Big three banks average 4.2% total returns in August: SGX

OCBC, DBS, and UOB maintained a combined net interest income of $5.4b in Q2.

Singapore’s big three banks averaged 4.2% total returns in August, outpacing the 1.6% median total return of global banking stocks, according to data from the Singapore Exchange (SGX).

OCBC, DBS, and UOB have outpaced the top quartile of global banking stocks over the past five years with their 5.3% return vs. the 0.2% return of global banking stocks.

The lenders’ quarterly net interest income surpassed $5b in Q2 2018 and maintained a combined net interest income of $5.4bin Q2, noted SGX.

Global banks’ have been beset with challenges in 2020, what with the onslaught of the COVID-19 pandemic that resulted in lockdowns across markets. This caused central banks to cut rates and introduce accommodative policies to support their economies.

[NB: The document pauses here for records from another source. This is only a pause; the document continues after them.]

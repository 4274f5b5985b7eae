"""Compiled code gives the bits of the same code uncompiled, and is kept between starts."""

import os
import subprocess
import sys
from pathlib import Path

DIGEST = """
import hashlib
from charts.test_batches import DETECTORS, stream
from quietmill.charts.bank import Bank
from quietmill.charts.compiler import COMPILED

bank = Bank(DETECTORS)
digest = hashlib.sha256()
for seed in range(3):
    verdicts = bank.judge(stream(700, seed))
    for part in (*verdicts, bank.state, bank.pool):
        digest.update(part.tobytes())
print(COMPILED, digest.hexdigest())
"""


def run(script: str, **environment: str) -> str:
    paths = os.pathsep.join([str(Path(__file__).parents[1]), os.environ.get("PYTHONPATH", "")])
    done = subprocess.run(
        [sys.executable, "-c", script],
        capture_output=True,
        text=True,
        check=True,
        env={**os.environ, "PYTHONPATH": paths, **environment},
    )
    return done.stdout.strip()


def test_compiled_and_uncompiled_code_agree_bit_for_bit() -> None:
    compiled, uncompiled = run(DIGEST), run(DIGEST, NUMBA_DISABLE_JIT="1")
    assert compiled.split()[0] == "True"
    assert uncompiled.split()[0] == "False"
    assert compiled.split()[1] == uncompiled.split()[1]


def test_the_cache_is_named_after_the_sources_and_used_where_it_can_be_written(tmp_path: Path) -> None:
    script = "from quietmill.charts.compiler import CACHE_FOLDER; print(CACHE_FOLDER)"
    folder = Path(run(script, CACHE_DIRECTORY=str(tmp_path)))
    assert folder.parent == tmp_path / "quietmill"
    assert folder.name.startswith("compiled-")
    assert folder.is_dir()


def test_where_nothing_can_be_written_it_compiles_without_a_cache(tmp_path: Path) -> None:
    blocked = tmp_path / "file"
    blocked.write_text("not a folder")
    script = "from quietmill.charts.compiler import CACHE_FOLDER; print(CACHE_FOLDER); import quietmill.charts.bank"
    assert run(script, CACHE_DIRECTORY=str(blocked)) == "None"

“This year accommodative monetary policy and economic lockdowns have meant that global banks have had to contend with a sudden reduction in interest rate margins and overall demand for financing, while needing to boost loan provisions,” SGX noted in its report.

Amongst key banking sector themes to watch in the second half of the year include banks’ abilities to generate income, tier 1 capital to risk-weighted assets and non-performing loan ratios.